- **What you need to do**: Go through the entries below and print each one exactly.

- **Data**:

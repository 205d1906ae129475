#include "solve/outlook.h"

#include <math.h>
#include <stdio.h>
#include <stdlib.h>
#include <string.h>

#include "base/angle.h"
#include "sheet/units.h"
#include "solve/correct.h"
#include "solve/forecast.h"
#include "solve/tolerance.h"
#include "solve/zones.h"

/* One row: the next reading is the vibration, plus the scatter from run to run, plus what a
 * reading of this row is usually off by. */
static void forecast_row(const struct answer *a, const struct model_row *row,
                         const double complex *total, struct answer_forecast *f)
{
    double cov[3], unused[3], dof = row->posterior.dof;
    f->row = row;
    f->before = posterior_predict(&row->posterior, a->mounted, unused);
    f->after = posterior_predict(&row->posterior, total, cov);
    cov[0] += row->widened * (row->sigma * row->sigma + row->typical[0]);
    cov[1] += row->widened * row->typical[1];
    cov[2] += row->widened * (row->sigma * row->sigma + row->typical[2]);
    f->variance = cov[0] + cov[2];
    f->range[0] = forecast_quantile(f->after, cov, dof, 0.025);
    f->range[1] = forecast_quantile(f->after, cov, dof, 0.975);
    f->chance = isnan(row->target) ? NAN : forecast_within(f->after, cov, dof, row->target);
}

/* Mean overall rms of the row's readings with what is mounted, and nothing else; NaN: none. */
static double overall_now(const struct answer *a, const struct model_row *row)
{
    double sum = 0, n = 0;
    for (size_t i = 0; i < row->count; i++) {
        double off = 0, size = 0;
        for (size_t p = 0; p < a->planes; p++) {
            off = fmax(off, cabs(row->x[i * a->planes + p] - a->mounted[p]));
            size = fmax(size, cabs(a->mounted[p]));
        }
        if (off <= 1e-9 * size && !isnan(row->overall[i])) {
            sum += row->overall[i] * row->overall[i];
            n++;
        }
    }
    return n > 0 ? sqrt(sum / n) : NAN;
}

/* Zones are of parts that do not turn: a probe that measures displacement looks at the shaft. All
 * but 1x stays as it is. */
static void fill_zone(const struct answer *a, struct answer_forecast *f)
{
    const struct job *job = a->model->job;
    const struct model_row *row = f->row;
    const struct job_sensor *s = &job->sensors[row->sensor];
    struct answer_zone *z = &f->zone;
    double w = row->speed_rpm * PI / 30;
    *z = (struct answer_zone){0};
    if (job->aim.zone_group == 0 || s->quantity == QUANTITY_DISPLACEMENT || !(w > 0))
        return;
    double overall = overall_now(a, row);
    z->overall = !isnan(overall) && row->overall_quantity != QUANTITY_ACCELERATION;
    z->quantity = z->overall ? row->overall_quantity : QUANTITY_VELOCITY;
    z->given = true;
    double before = cabs(units_convert(f->before, s->quantity, z->quantity, w)) / sqrt(2);
    double size =
        sqrt(creal(f->after * conj(f->after)) + f->variance); /* expected, not the mean's */
    double after = cabs(units_convert(size, s->quantity, z->quantity, w)) / sqrt(2);
    double rest = z->overall ? fmax(0, overall * overall - before * before) : 0;
    z->before = sqrt(rest + before * before);
    z->after = sqrt(rest + after * after);
    zones_limits(job->aim.zone_group, job->aim.zone_flexible, z->quantity == QUANTITY_DISPLACEMENT,
                 z->limits);
}

/* Permissible residual of each plane, kg m; false where the sheet does not say enough. */
static bool permissible(const struct job *job, size_t planes, double *out, char basis[120])
{
    double loads[2] = {0.5, 0.5}, shares[2] = {0.5, 0.5};
    bool distances = job->span_m > 0 && !isnan(job->centre_m);
    if (!(job->rotor_mass > 0) || !(job->service_rpm > 0) || planes == 0)
        return false;
    if (distances) {
        tolerance_loads(job->span_m, job->centre_m, loads);
        tolerance_shares(job->span_m, job->centre_m, job->support == SUPPORT_OVERHUNG, shares);
    }
    for (size_t p = 0; p < planes; p++) {
        double load = planes == 1 ? 1 : planes == 2 ? fabs(loads[p]) : 1 / (double)planes;
        double share = planes == 1 ? 1 : planes == 2 ? shares[p] : 1 / (double)planes;
        if (job->aim.tolerance == TOLERANCE_API_4WN)
            out[p] = tolerance_api_4wn(load * job->rotor_mass, job->service_rpm);
        else if (job->grade > 0)
            out[p] = share * tolerance_grade(job->grade, job->rotor_mass, job->service_rpm);
        else
            return false;
    }
    if (job->aim.tolerance == TOLERANCE_API_4WN)
        snprintf(basis, 120, "API 4W/N; check the current edition");
    else if (planes == 2)
        snprintf(basis, 120, "ISO 21940-11 G%g, %s", job->grade,
                 distances ? "shared by distances; limits of a share from memory, check the edition"
                           : "in equal halves, for want of distances in [rotor]");
    else
        snprintf(basis, 120, "ISO 21940-11 G%g%s", job->grade, planes > 2 ? ", equal shares" : "");
    return true;
}

static void residual_plane(struct answer *a, size_t p, double limit)
{
    size_t n = 2 * a->planes;
    const double *e = a->ellipse + 2 * p * n + 2 * p;
    double cov[3] = {e[0], e[1], e[n + 1]}, radius = a->model->job->planes[p].radius_m;
    double complex left = a->classical[p] - a->placed_weights[p];
    a->residuals[p] =
        (struct answer_residual){radius * cabs(a->classical[p]), radius * cabs(left),
                                 radius * forecast_quantile(left, cov, INFINITY, 0.975), limit};
}

int outlook_fill(struct answer *a)
{
    double complex *total = calloc(a->planes + 1, sizeof *total);
    double *limits = calloc(a->planes + 1, sizeof *limits);
    if (!total || !limits) {
        free(limits);
        free(total);
        return ANSWER_NO_MEMORY;
    }
    for (size_t p = 0; p < a->planes; p++)
        total[p] = a->mounted[p] + a->placed_weights[p];
    a->forecast_count = 0;
    for (size_t r = 0; r < a->model->row_count; r++)
        if (a->model->rows[r].state == MODEL_GOOD)
            forecast_row(a, &a->model->rows[r], total, &a->forecasts[a->forecast_count++]);
    for (size_t i = 0; i < a->forecast_count; i++)
        fill_zone(a, &a->forecasts[i]);
    a->has_residual = permissible(a->model->job, a->planes, limits, a->basis);
    for (size_t p = 0; p < a->planes && a->has_residual; p++)
        residual_plane(a, p, limits[p]);
    free(limits);
    free(total);
    return ANSWER_OK;
}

- **Task answer**:
repository 205d1906ae129475
#include "solve/outlook.h"

#include <math.h>
#include <stdio.h>
#include <stdlib.h>
#include <string.h>

#include "base/angle.h"
#include "sheet/units.h"
#include "solve/correct.h"
#include "solve/forecast.h"
#include "solve/tolerance.h"
#include "solve/zones.h"

/* One row: the next reading is the vibration, plus the scatter from run to run, plus what a
 * reading of this row is usually off by. */
static void forecast_row(const struct answer *a, const struct model_row *row,
                         const double complex *total, struct answer_forecast *f)
{
    double cov[3], unused[3], dof = row->posterior.dof;
    f->row = row;
    f->before = posterior_predict(&row->posterior, a->mounted, unused);
    f->after = posterior_predict(&row->posterior, total, cov);
    cov[0] += row->widened * (row->sigma * row->sigma + row->typical[0]);
    cov[1] += row->widened * row->typical[1];
    cov[2] += row->widened * (row->sigma * row->sigma + row->typical[2]);
    f->variance = cov[0] + cov[2];
    f->range[0] = forecast_quantile(f->after, cov, dof, 0.025);
    f->range[1] = forecast_quantile(f->after, cov, dof, 0.975);
    f->chance = isnan(row->target) ? NAN : forecast_within(f->after, cov, dof, row->target);
}

/* Mean overall rms of the row's readings with what is mounted, and nothing else; NaN: none. */
static double overall_now(const struct answer *a, const struct model_row *row)
{
    double sum = 0, n = 0;
    for (size_t i = 0; i < row->count; i++) {
        double off = 0, size = 0;
        for (size_t p = 0; p < a->planes; p++) {
            off = fmax(off, cabs(row->x[i * a->planes + p] - a->mounted[p]));
            size = fmax(size, cabs(a->mounted[p]));
        }
        if (off <= 1e-9 * size && !isnan(row->overall[i])) {
            sum += row->overall[i] * row->overall[i];
            n++;
        }
    }
    return n > 0 ? sqrt(sum / n) : NAN;
}

/* Zones are of parts that do not turn: a probe that measures displacement looks at the shaft. All
 * but 1x stays as it is. */
static void fill_zone(const struct answer *a, struct answer_forecast *f)
{
    const struct job *job = a->model->job;
    const struct model_row *row = f->row;
    const struct job_sensor *s = &job->sensors[row->sensor];
    struct answer_zone *z = &f->zone;
    double w = row->speed_rpm * PI / 30;
    *z = (struct answer_zone){0};
    if (job->aim.zone_group == 0 || s->quantity == QUANTITY_DISPLACEMENT || !(w > 0))
        return;
    double overall = overall_now(a, row);
    z->overall = !isnan(overall) && row->overall_quantity != QUANTITY_ACCELERATION;
    z->quantity = z->overall ? row->overall_quantity : QUANTITY_VELOCITY;
    z->given = true;
    double before = cabs(units_convert(f->before, s->quantity, z->quantity, w)) / sqrt(2);
    double size =
        sqrt(creal(f->after * conj(f->after)) + f->variance); /* expected, not the mean's */
    double after = cabs(units_convert(size, s->quantity, z->quantity, w)) / sqrt(2);
    double rest = z->overall ? fmax(0, overall * overall - before * before) : 0;
    z->before = sqrt(rest + before * before);
    z->after = sqrt(rest + after * after);
    zones_limits(job->aim.zone_group, job->aim.zone_flexible, z->quantity == QUANTITY_DISPLACEMENT,
                 z->limits);
}

/* Permissible residual of each plane, kg m; false where the sheet does not say enough. */
static bool permissible(const struct job *job, size_t planes, double *out, char basis[120])
{
    double loads[2] = {0.5, 0.5}, shares[2] = {0.5, 0.5};
    bool distances = job->span_m > 0 && !isnan(job->centre_m);
    if (!(job->rotor_mass > 0) || !(job->service_rpm > 0) || planes == 0)
        return false;
    if (distances) {
        tolerance_loads(job->span_m, job->centre_m, loads);
        tolerance_shares(job->span_m, job->centre_m, job->support == SUPPORT_OVERHUNG, shares);
    }
    for (size_t p = 0; p < planes; p++) {
        double load = planes == 1 ? 1 : planes == 2 ? fabs(loads[p]) : 1 / (double)planes;
        double share = planes == 1 ? 1 : planes == 2 ? shares[p] : 1 / (double)planes;
        if (job->aim.tolerance == TOLERANCE_API_4WN)
            out[p] = tolerance_api_4wn(load * job->rotor_mass, job->service_rpm);
        else if (job->grade > 0)
            out[p] = share * tolerance_grade(job->grade, job->rotor_mass, job->service_rpm);
        else
            return false;
    }
    if (job->aim.tolerance == TOLERANCE_API_4WN)
        snprintf(basis, 120, "API 4W/N; check the current edition");
    else if (planes == 2)
        snprintf(basis, 120, "ISO 21940-11 G%g, %s", job->grade,
                 distances ? "shared by distances; limits of a share from memory, check the edition"
                           : "in equal halves, for want of distances in [rotor]");
    else
        snprintf(basis, 120, "ISO 21940-11 G%g%s", job->grade, planes > 2 ? ", equal shares" : "");
    return true;
}

static void residual_plane(struct answer *a, size_t p, double limit)
{
    size_t n = 2 * a->planes;
    const double *e = a->ellipse + 2 * p * n + 2 * p;
    double cov[3] = {e[0], e[1], e[n + 1]}, radius = a->model->job->planes[p].radius_m;
    double complex left = a->classical[p] - a->placed_weights[p];
    a->residuals[p] =
        (struct answer_residual){radius * cabs(a->classical[p]), radius * cabs(left),
                                 radius * forecast_quantile(left, cov, INFINITY, 0.975), limit};
}

int outlook_fill(struct answer *a)
{
    double complex *total = calloc(a->planes + 1, sizeof *total);
    double *limits = calloc(a->planes + 1, sizeof *limits);
    if (!total || !limits) {
        free(limits);
        free(total);
        return ANSWER_NO_MEMORY;
    }
    for (size_t p = 0; p < a->planes; p++)
        total[p] = a->mounted[p] + a->placed_weights[p];
    a->forecast_count = 0;
    for (size_t r = 0; r < a->model->row_count; r++)
        if (a->model->rows[r].state == MODEL_GOOD)
            forecast_row(a, &a->model->rows[r], total, &a->forecasts[a->forecast_count++]);
    for (size_t i = 0; i < a->forecast_count; i++)
        fill_zone(a, &a->forecasts[i]);
    a->has_residual = permissible(a->model->job, a->planes, limits, a->basis);
    for (size_t p = 0; p < a->planes && a->has_residual; p++)
        residual_plane(a, p, limits[p]);
    free(limits);
    free(total);
    return ANSWER_OK;
}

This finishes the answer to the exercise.